> **BRIEF**: Among the records below, how many lines contain "camera"? State the number and nothing more.

Items from a data source:
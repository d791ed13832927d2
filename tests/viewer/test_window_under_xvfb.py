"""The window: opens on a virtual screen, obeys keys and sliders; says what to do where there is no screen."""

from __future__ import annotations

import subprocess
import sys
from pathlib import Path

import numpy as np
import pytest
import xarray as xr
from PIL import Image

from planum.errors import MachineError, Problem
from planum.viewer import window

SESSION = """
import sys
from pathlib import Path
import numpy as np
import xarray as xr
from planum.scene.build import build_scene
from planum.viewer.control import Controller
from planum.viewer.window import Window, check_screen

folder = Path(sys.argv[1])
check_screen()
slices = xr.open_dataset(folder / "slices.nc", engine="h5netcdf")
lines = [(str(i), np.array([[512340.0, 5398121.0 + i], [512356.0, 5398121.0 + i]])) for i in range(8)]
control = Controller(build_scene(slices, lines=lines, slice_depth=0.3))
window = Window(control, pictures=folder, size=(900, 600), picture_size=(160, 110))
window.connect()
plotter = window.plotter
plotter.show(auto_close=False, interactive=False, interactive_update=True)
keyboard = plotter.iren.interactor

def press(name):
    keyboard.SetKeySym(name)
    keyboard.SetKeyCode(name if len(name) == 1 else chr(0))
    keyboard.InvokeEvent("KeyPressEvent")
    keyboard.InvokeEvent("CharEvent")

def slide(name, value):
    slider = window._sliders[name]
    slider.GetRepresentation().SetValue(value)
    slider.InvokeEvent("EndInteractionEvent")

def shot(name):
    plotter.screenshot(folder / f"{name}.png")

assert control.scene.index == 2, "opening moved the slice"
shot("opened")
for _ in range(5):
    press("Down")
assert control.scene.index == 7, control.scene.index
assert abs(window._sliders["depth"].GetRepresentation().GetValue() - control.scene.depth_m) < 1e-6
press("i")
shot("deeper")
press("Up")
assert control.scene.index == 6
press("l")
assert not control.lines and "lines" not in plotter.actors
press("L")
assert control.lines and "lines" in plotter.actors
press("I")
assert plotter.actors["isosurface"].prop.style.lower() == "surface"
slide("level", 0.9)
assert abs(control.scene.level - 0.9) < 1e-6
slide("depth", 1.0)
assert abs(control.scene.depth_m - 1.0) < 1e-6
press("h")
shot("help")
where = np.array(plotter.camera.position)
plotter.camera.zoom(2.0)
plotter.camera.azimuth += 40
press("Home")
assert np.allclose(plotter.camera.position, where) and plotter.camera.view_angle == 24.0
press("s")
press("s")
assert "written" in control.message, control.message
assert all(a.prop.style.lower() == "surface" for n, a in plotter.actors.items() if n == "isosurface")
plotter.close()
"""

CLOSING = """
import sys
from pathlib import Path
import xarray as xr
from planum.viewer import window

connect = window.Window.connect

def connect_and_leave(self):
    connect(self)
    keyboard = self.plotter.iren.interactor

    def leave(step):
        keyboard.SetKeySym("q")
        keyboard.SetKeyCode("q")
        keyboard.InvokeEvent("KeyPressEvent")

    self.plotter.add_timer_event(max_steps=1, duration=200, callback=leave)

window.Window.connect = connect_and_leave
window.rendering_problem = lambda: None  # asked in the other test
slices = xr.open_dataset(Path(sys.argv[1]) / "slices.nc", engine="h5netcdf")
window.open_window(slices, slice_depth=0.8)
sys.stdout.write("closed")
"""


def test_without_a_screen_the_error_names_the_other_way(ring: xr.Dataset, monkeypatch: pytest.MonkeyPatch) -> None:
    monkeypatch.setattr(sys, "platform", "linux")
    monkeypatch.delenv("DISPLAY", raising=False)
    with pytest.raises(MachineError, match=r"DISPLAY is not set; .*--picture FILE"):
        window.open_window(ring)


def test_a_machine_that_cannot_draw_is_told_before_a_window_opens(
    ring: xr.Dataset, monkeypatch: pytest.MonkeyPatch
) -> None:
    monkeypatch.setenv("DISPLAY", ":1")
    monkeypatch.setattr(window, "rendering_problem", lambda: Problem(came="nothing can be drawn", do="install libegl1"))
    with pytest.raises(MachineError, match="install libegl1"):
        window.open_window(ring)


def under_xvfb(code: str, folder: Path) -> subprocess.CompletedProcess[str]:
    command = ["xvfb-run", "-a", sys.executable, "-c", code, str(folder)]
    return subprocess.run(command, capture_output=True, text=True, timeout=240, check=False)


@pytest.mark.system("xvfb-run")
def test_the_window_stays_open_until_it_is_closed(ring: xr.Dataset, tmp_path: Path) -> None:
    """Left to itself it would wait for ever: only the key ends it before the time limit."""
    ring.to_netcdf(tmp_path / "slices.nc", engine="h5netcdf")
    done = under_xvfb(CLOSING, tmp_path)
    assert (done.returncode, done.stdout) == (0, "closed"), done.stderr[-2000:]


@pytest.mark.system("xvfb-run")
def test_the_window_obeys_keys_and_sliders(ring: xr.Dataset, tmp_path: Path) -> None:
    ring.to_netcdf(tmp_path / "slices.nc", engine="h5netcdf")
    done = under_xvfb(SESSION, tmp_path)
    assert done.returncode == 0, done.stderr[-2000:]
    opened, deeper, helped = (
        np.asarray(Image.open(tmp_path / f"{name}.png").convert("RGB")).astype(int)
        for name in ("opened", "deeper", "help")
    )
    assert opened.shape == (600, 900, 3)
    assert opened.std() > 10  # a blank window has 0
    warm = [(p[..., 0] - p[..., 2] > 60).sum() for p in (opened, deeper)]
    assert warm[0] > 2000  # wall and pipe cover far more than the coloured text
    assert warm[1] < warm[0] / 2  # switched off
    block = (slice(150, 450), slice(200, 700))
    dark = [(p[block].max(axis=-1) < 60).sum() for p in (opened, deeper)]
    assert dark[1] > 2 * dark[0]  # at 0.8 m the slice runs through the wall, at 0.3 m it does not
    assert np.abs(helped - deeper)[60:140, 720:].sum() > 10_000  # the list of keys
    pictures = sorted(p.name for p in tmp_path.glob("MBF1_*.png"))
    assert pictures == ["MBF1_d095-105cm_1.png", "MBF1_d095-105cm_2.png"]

==

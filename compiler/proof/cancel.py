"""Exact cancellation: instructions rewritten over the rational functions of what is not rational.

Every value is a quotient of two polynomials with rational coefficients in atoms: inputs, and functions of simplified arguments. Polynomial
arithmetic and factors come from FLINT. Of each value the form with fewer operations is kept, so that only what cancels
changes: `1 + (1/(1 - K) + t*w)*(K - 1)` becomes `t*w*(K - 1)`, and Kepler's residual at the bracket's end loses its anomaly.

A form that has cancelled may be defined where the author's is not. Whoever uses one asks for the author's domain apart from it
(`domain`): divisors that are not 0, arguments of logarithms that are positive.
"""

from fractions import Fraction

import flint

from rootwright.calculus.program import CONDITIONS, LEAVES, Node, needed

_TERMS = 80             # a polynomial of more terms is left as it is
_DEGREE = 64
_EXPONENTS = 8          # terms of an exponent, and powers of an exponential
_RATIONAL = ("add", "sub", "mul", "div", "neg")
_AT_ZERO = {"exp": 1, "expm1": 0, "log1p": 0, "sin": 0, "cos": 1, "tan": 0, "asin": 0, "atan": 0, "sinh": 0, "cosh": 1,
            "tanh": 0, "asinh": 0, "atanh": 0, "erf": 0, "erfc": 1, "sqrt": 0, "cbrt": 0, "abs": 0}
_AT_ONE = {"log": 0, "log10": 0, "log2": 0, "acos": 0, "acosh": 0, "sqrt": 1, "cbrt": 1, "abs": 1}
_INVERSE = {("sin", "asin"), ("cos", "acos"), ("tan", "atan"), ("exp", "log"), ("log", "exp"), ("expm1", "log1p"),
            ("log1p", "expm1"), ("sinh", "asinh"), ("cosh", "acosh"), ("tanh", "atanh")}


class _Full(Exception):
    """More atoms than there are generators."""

---

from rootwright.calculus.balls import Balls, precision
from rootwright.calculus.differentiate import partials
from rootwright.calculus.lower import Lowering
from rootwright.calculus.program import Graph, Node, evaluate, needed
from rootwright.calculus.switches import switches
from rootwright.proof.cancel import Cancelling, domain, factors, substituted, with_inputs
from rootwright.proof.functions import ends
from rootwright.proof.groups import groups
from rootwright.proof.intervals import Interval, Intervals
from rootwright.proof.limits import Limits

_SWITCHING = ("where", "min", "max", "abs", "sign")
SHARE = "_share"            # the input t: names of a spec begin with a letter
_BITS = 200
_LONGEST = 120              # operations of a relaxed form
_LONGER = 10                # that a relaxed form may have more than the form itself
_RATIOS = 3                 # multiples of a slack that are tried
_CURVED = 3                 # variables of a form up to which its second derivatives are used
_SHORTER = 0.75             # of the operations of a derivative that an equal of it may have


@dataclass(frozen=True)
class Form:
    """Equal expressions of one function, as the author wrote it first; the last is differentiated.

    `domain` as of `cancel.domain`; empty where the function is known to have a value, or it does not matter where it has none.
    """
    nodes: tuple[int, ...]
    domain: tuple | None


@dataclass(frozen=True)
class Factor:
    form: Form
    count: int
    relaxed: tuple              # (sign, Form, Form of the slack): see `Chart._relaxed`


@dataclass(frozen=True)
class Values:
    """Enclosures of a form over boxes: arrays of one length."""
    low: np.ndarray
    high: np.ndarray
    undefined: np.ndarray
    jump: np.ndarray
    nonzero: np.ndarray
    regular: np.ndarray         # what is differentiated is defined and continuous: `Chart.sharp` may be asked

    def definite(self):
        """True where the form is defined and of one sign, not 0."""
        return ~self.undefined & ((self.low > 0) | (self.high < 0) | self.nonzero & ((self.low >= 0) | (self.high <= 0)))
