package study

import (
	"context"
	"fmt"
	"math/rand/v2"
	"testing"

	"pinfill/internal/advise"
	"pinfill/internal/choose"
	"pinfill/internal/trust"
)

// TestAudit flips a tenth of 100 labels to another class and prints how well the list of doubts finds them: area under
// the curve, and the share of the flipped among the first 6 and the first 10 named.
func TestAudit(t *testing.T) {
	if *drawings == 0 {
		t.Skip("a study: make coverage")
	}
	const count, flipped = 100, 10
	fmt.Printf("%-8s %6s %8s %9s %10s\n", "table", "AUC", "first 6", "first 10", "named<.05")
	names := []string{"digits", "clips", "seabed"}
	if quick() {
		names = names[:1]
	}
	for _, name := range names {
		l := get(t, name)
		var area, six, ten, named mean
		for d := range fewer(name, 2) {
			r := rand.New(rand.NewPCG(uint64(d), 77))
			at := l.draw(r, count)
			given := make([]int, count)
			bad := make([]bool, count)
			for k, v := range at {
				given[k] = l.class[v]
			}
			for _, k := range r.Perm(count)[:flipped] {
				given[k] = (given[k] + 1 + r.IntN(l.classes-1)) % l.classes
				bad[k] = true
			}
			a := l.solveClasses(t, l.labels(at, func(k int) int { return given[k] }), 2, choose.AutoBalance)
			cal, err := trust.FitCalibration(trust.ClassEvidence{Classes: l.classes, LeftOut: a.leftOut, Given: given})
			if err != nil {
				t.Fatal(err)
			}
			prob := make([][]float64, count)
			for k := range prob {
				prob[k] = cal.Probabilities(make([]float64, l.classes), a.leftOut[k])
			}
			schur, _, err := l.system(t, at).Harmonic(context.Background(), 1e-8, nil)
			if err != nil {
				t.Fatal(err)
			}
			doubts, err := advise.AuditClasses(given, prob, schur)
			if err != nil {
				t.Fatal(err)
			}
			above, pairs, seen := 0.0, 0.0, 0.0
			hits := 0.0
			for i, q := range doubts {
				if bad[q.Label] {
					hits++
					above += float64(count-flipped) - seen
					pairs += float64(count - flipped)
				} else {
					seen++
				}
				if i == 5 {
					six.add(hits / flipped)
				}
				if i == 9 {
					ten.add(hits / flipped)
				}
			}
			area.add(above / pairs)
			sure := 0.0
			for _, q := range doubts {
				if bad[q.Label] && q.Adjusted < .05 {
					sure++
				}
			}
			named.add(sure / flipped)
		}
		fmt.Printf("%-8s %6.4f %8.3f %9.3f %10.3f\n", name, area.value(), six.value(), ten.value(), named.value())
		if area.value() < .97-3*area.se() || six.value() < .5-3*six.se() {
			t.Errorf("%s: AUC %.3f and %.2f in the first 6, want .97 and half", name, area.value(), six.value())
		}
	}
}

> **OUTPUT**: 4